O presente trabalho teve como objetivo identificar polimorfismos em cinco genes candidatos (MyoD, Myf5, miogenina, MRF4 e miostatina) que atuam no desenvolvimento muscular de galinhas, e avaliar os efeitos de suas variantes alélicas sobre características quantitativas de crescimento e desenvolvimento muscular. Os genes MyoD e Myf5 são essenciais para a determinação da linhagem miogênica de células precursoras das fibras musculares na etapa inicial da miogênese, enquanto que a miogenina e MRF4 são requeridos na diferenciação final destas células. A miostatina por sua vez, atua como um potente regulador negativo do crescimento muscular esquelético durante a miogênese, persistindo por toda a fase adulta. Os produtos amplificados dos cinco genes foram clonados e seqüenciados a partir de pools de DNA dos parentais de duas linhagens divergentes desenvolvidas pela Embrapa - Suínos e Aves, uma de corte (TT) e outra de postura (CC). Os polimorfismos identificados foram validados e genotipados em uma população experimental F2, originada do cruzamento entre machos da linhagem TT e fêmeas da linhagem CC. Para avaliação dos efeitos dos polimorfismos sobre características quantitativas foram genotipados os genes da miostatina, miogenina e MyoD. Os polimorfismos dos genes da miostatina e MyoD não apresentaram efeito sobre nenhuma das características avaliadas. Dentre os sítios polimórficos detectados no gene da miogenina, um identificado como T455C apresentou associação estatisticamente significativa com as características: peso vivo ao 42 dias (P = 0,0263), ganho de peso do nascimento aos 42 dias de idade (P = 0,0291), ganho de peso dos 35 aos 42 dias de idade (P = 0,0368), peso da carcaça (P = 0,0245), peso das asas (P = 0,0099) e da carcaça residual (P = 0,0056), peso da gordura abdominal (P = 0,0320), do fígado (P = 0,0373) e do pulmão (P = 0,0262). Novas investigações poderão ser feitas no intuito de validar este polimorfismo como possível marcador genético para seleção de aves com maior capacidade de desenvolvimento muscular. Embora inúmeros polimorfismos tenham sido detectados nos genes Myf5 e MRF4, não foi possível estabelecer condições ideais para realização da genotipagem destes genes.

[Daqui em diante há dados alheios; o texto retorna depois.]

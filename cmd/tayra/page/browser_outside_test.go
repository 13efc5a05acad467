//go:build outside

package page

import (
	"context"
	"fmt"
	"net/http/httptest"
	"net/url"
	"os"
	"path/filepath"
	"strings"
	"sync"
	"testing"
	"time"

	"github.com/chromedp/cdproto/browser"
	"github.com/chromedp/cdproto/cdp"
	"github.com/chromedp/cdproto/emulation"
	"github.com/chromedp/cdproto/log"
	"github.com/chromedp/cdproto/network"
	"github.com/chromedp/cdproto/page"
	"github.com/chromedp/cdproto/runtime"
	"github.com/chromedp/chromedp"
)

// screen is what a browser shows the page on.
type screen struct {
	width, height int64
	dark          bool
}

var (
	desk  = screen{width: 1280, height: 900}
	phone = screen{width: 390, height: 844}
)

func (s screen) inTheDark() screen { s.dark = true; return s }

func (s screen) String() string {
	scheme := "light"
	if s.dark {
		scheme = "dark"
	}
	return fmt.Sprintf("%d-%s", s.width, scheme)
}

// patience is how long a browser may take for one thing. Nothing is measured
// by it: it ends a test that waits for what never comes.
const patience = 60 * time.Second

// tab is the page in a browser of its own, with everything that the browser
// wrote to its console and asked for.
type tab struct {
	*testing.T
	screen  screen
	ctx     context.Context
	address string
	folder  string // where downloads arrive

	mu      sync.Mutex
	console []string
	asked   []string          // addresses
	names   map[string]string // of downloads, by their id
	arrived chan string
}

// newTab opens the page. A browser that is missing is a failure: these tests are
// asked for by their tag.
func newTab(t *testing.T, s screen) *tab {
	t.Helper()
	srv := httptest.NewUnstartedServer(nil)
	srv.Config.Handler = Handler(srv.Listener.Addr().String())
	Limits(srv.Config)
	srv.Start()
	t.Cleanup(srv.Close)

	options := append(chromedp.DefaultExecAllocatorOptions[:],
		chromedp.NoSandbox, chromedp.UserDataDir(t.TempDir()),
		chromedp.Flag("disable-component-update", true), chromedp.Flag("disable-background-networking", true),
		// Whatever still asks for another machine finds none.
		chromedp.Flag("host-resolver-rules", "MAP * ~NOTFOUND, EXCLUDE 127.0.0.1"))
	allocator, cancel := chromedp.NewExecAllocator(context.Background(), options...)
	t.Cleanup(cancel)
	ctx, cancel := chromedp.NewContext(allocator)
	t.Cleanup(cancel)
	b := &tab{T: t, screen: s, ctx: ctx, address: srv.URL + "/", folder: t.TempDir(), names: map[string]string{}, arrived: make(chan string, 10)}
	if err := chromedp.Do(ctx); err != nil { // starts the browser
		t.Fatal(err)
	}
	for _, err := range []error{chromedp.Listen(ctx, b.hear), chromedp.ListenBrowser(ctx, b.hear)} {
		if err != nil {
			t.Fatal(err)
		}
	}
	scheme := "light"
	if s.dark {
		scheme = "dark"
	}
	call(b, network.Enable, network.EnableParams{})
	call(b, log.Enable, cdp.Empty{})
	call(b, emulation.SetEmulatedMedia, emulation.SetEmulatedMediaParams{Features: []*emulation.MediaFeature{{Name: "prefers-color-scheme", Value: scheme}}})
	if _, err := chromedp.CallBrowser(ctx, browser.SetDownloadBehavior, browser.SetDownloadBehaviorParams{
		Behavior: browser.SetDownloadBehaviorBehaviorAllow, DownloadPath: b.folder, EventsEnabled: new(true),
	}); err != nil {
		t.Fatal(err)
	}
	b.do(chromedp.EmulateViewport(s.width, s.height), chromedp.Navigate(b.address))
	b.settled()
	t.Cleanup(b.quiet)
	return b
}

// hear takes down what the browser says. A question of the page, whether what
// is filled in may be replaced, is answered with yes.
func (b *tab) hear(event any) {
	b.mu.Lock()
	defer b.mu.Unlock()
	switch e := event.(type) {
	case *runtime.EventConsoleAPICalled:
		b.console = append(b.console, fmt.Sprintf("%s: %v", e.Type, e.Args))
	case *runtime.EventExceptionThrown:
		b.console = append(b.console, "exception: "+e.ExceptionDetails.Text+" "+e.ExceptionDetails.Exception.Description)
	case *log.EventEntryAdded:
		b.console = append(b.console, string(e.Entry.Level)+": "+e.Entry.Text+" "+e.Entry.URL)
	case *network.EventRequestWillBeSent:
		b.asked = append(b.asked, e.Request.URL)
	case *page.EventJavascriptDialogOpening:
		go chromedp.Call(b.ctx, page.HandleJavaScriptDialog, page.HandleJavaScriptDialogParams{Accept: true})
	case *browser.EventDownloadWillBegin:
		b.names[e.GUID] = e.SuggestedFilename
	case *browser.EventDownloadProgress:
		if e.State == browser.DownloadProgressStateCompleted {
			b.arrived <- b.names[e.GUID]
		}
	}
}

// quiet is what must be true of every test: the console is empty, and nothing
// was asked of another machine, nor anything that was typed put into an address.
func (b *tab) quiet() {
	b.mu.Lock()
	defer b.mu.Unlock()
	for _, line := range b.console {
		b.Errorf("the console says %s", line)
	}
	home, _ := url.Parse(b.address)
	if len(b.asked) == 0 {
		b.Error("the browser's network log is empty")
	}
	for _, a := range b.asked {
		u, err := url.Parse(strings.TrimPrefix(a, "blob:"))
		if err != nil || u.Host != home.Host {
			b.Errorf("asked for %s", a)
		}
		if u != nil && u.RawQuery != "" && !strings.HasPrefix(u.RawQuery, "paper=") {
			b.Errorf("an address holds more than a place: %s", a)
		}
	}
}

func (b *tab) do(steps ...chromedp.Action[chromedp.Void]) {
	b.Helper()
	ctx, cancel := context.WithTimeout(b.ctx, patience)
	defer cancel()
	if err := chromedp.Do(ctx, steps...); err != nil {
		b.Fatal(err)
	}
}

func call[P, R any](b *tab, command cdp.Command[P, R], params P) R {
	b.Helper()
	r, err := chromedp.Call(b.ctx, command, params)
	if err != nil {
		b.Fatal(err)
	}
	return r
}

// eval gives the value of an expression in the page.
func eval[T any](b *tab, expression string) T {
	b.Helper()
	ctx, cancel := context.WithTimeout(b.ctx, patience)
	defer cancel()
	v, err := chromedp.Run(ctx, chromedp.Evaluate[T](expression, chromedp.EvalAwaitPromise))
	if err != nil {
		b.Fatalf("%s: %v", expression, err)
	}
	return v
}

// until waits for an expression to be true.
func (b *tab) until(expression string) {
	b.Helper()
	ctx, cancel := context.WithTimeout(b.ctx, patience)
	defer cancel()
	if _, err := chromedp.Run(ctx, chromedp.Poll[bool]("!!("+expression+")")); err != nil {
		b.Fatalf("never true: %s: %v\nconsole: %q\nat the foot: %s\nin the box: %s", expression, err, b.console, b.text("#say"), b.text("#top"))
	}
}

// settled waits until the page has drafted from what stands in the form.
func (b *tab) settled() {
	b.Helper()
	b.until(`document.getElementById("stale").hidden && !document.getElementById("result").hasAttribute("aria-busy") && document.getElementById("top").childElementCount > 0`)
}

// text is what a reader sees of an element, with single spaces.
func (b *tab) text(selector string) string {
	b.Helper()
	s := eval[string](b, fmt.Sprintf(`(document.querySelector(%q)?.innerText || "")`, selector))
	return strings.Join(strings.Fields(s), " ")
}

// shows and hides say what a reader must see, and must not.
func (b *tab) shows(selector string, texts ...string) {
	b.Helper()
	seen := b.text(selector)
	for _, t := range texts {
		if !strings.Contains(seen, t) {
			b.Errorf("%s does not say %q: %s", selector, t, seen)
		}
	}
}

func (b *tab) hides(selector string, texts ...string) {
	b.Helper()
	seen := b.text(selector)
	for _, t := range texts {
		if strings.Contains(seen, t) {
			b.Errorf("%s says %q: %s", selector, t, seen)
		}
	}
}

// typeIn writes a text into a field as a person does, letter by letter, and
// leaves it.
func (b *tab) typeIn(path, text string) {
	b.Helper()
	b.do(chromedp.Focus(chromedp.ID(idOf(path))))
	eval[bool](b, `(document.activeElement.select?.(), true)`)
	b.do(chromedp.KeyEvent(text))
	eval[bool](b, `(document.activeElement.blur(), true)`)
}

// choose takes one of a few words.
func (b *tab) choose(path, word string) {
	b.Helper()
	eval[bool](b, fmt.Sprintf(`{ const el = document.getElementById(%q); el.value = %q; el.dispatchEvent(new Event("input", {bubbles: true})); true }`, idOf(path), word))
}

// fill writes several fields.
func (b *tab) fill(pairs ...pair) {
	b.Helper()
	for _, p := range pairs {
		b.typeIn(p[0], p[1])
	}
	b.settled()
}

// downloaded clicks and gives the file that arrives.
func (b *tab) downloaded(selector string) (name string, data []byte) {
	b.Helper()
	b.do(chromedp.Click(chromedp.CSS(selector)))
	select {
	case name = <-b.arrived:
	case <-time.After(patience):
		b.Fatalf("nothing arrives from %s; the page says %q", selector, b.text("#say"))
	}
	data, err := os.ReadFile(filepath.Join(b.folder, name))
	if err != nil {
		b.Fatal(err)
	}
	return name, data
}

// drop drops a file on the page.
func (b *tab) drop(name string, data []byte) {
	b.Helper()
	var bytes strings.Builder
	for i, x := range data {
		if i > 0 {
			bytes.WriteByte(',')
		}
		fmt.Fprint(&bytes, x)
	}
	eval[bool](b, fmt.Sprintf(`{
		const data = new DataTransfer();
		data.items.add(new File([new Uint8Array([%s])], %q));
		for (const type of ["dragover", "drop"]) document.body.dispatchEvent(new DragEvent(type, {dataTransfer: data, bubbles: true, cancelable: true}));
		true }`, bytes.String(), name))
}

// picture keeps what the page looks like, the window as it is and the whole of
// it, for whoever looks at the run.
func (b *tab) picture(name string) {
	b.Helper()
	b.shoot(name)
	tall := eval[int64](b, `Math.max(document.documentElement.scrollHeight, document.getElementById("result").scrollHeight + 200)`)
	b.do(chromedp.EmulateViewport(b.screen.width, min(tall, 16000)))
	b.shoot(name + "-whole")
	b.do(chromedp.EmulateViewport(b.screen.width, b.screen.height))
}

func (b *tab) shoot(name string) {
	b.Helper()
	ctx, cancel := context.WithTimeout(b.ctx, patience)
	defer cancel()
	png, err := chromedp.Run(ctx, chromedp.CaptureScreenshot())
	if err == nil {
		err = os.WriteFile(filepath.Join(b.artefacts(), "page-"+name+"-"+b.screen.String()+".png"), png, 0o666)
	}
	if err != nil {
		b.Fatal(err)
	}
}

// artefacts is the folder for what a run leaves to be looked at.
func (b *tab) artefacts() string {
	b.Helper()
	folder := os.Getenv("TAYRA_ARTEFACTS")
	if folder == "" {
		folder = b.TempDir()
	}
	if err := os.MkdirAll(folder, 0o777); err != nil {
		b.Fatal(err)
	}
	return folder
}

func clickID(id string) chromedp.Action[chromedp.Void] { return chromedp.Click(chromedp.ID(id)) }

The aim of this work was to identify polymorphisms in five candidate genes (MyoD, Myf5, Myogenin, MRF4 and Myostatin) which act in chicken muscle development and evaluate the effects of its allelic variants on growth and muscle development quantitative traits. MyoD and Myf5 are essential for the determination of the myogenic lineage of muscle precursor cells in early stages of myogenesis, whereas myogenin and MRF4 are required for the final differentiation of these cells. Myostatin acts as a potent negative regulator of skeletal muscle growth during myogenesis and continues to be expressed in adult animals. PCR products of these five genes were cloned and sequenced from DNA pools of parental individuals from two distinct lineages developed by Embrapa - Suínos e Aves, a broiler sire line (TT) and a layer line (CC). The polymorphisms identified were validated and genotyped in a F2 experimental population originated from a crossing of TT line sires ands CC line dams. Polymorphisms of Myostatin, Myogenin and MyoD genes were genotyped to evaluate their effects on quantitative traits. The effects of Myostatin and MyoD polymorphisms were not significant on any traits. Among the polymorphic sites detected in the myogenin gene one, identifyed as T455C, was significantly associated with the following traits: body weight at 42 days of age (P = 0,0263), body weight gain between birth and 42 days of age (P = 0,0291), body weight gain between 35 and 42 days of age (P = 0,0368), carcass weight (P = 0,0245), weight of drums (P = 0,0099), residual carcass (P = 0,0056), abdominal fat (P = 0,0320), liver (P = 0,0373) and lungs (P = 0,0262). New investigations should be conducted to validate this polymorphism as a possible genetic marker for selection of chickens with increased muscle development potential. Although many polymorphisms were detected in Myf5 and MRF4 genes, it was not possible to establish ideal conditions for their genotyping.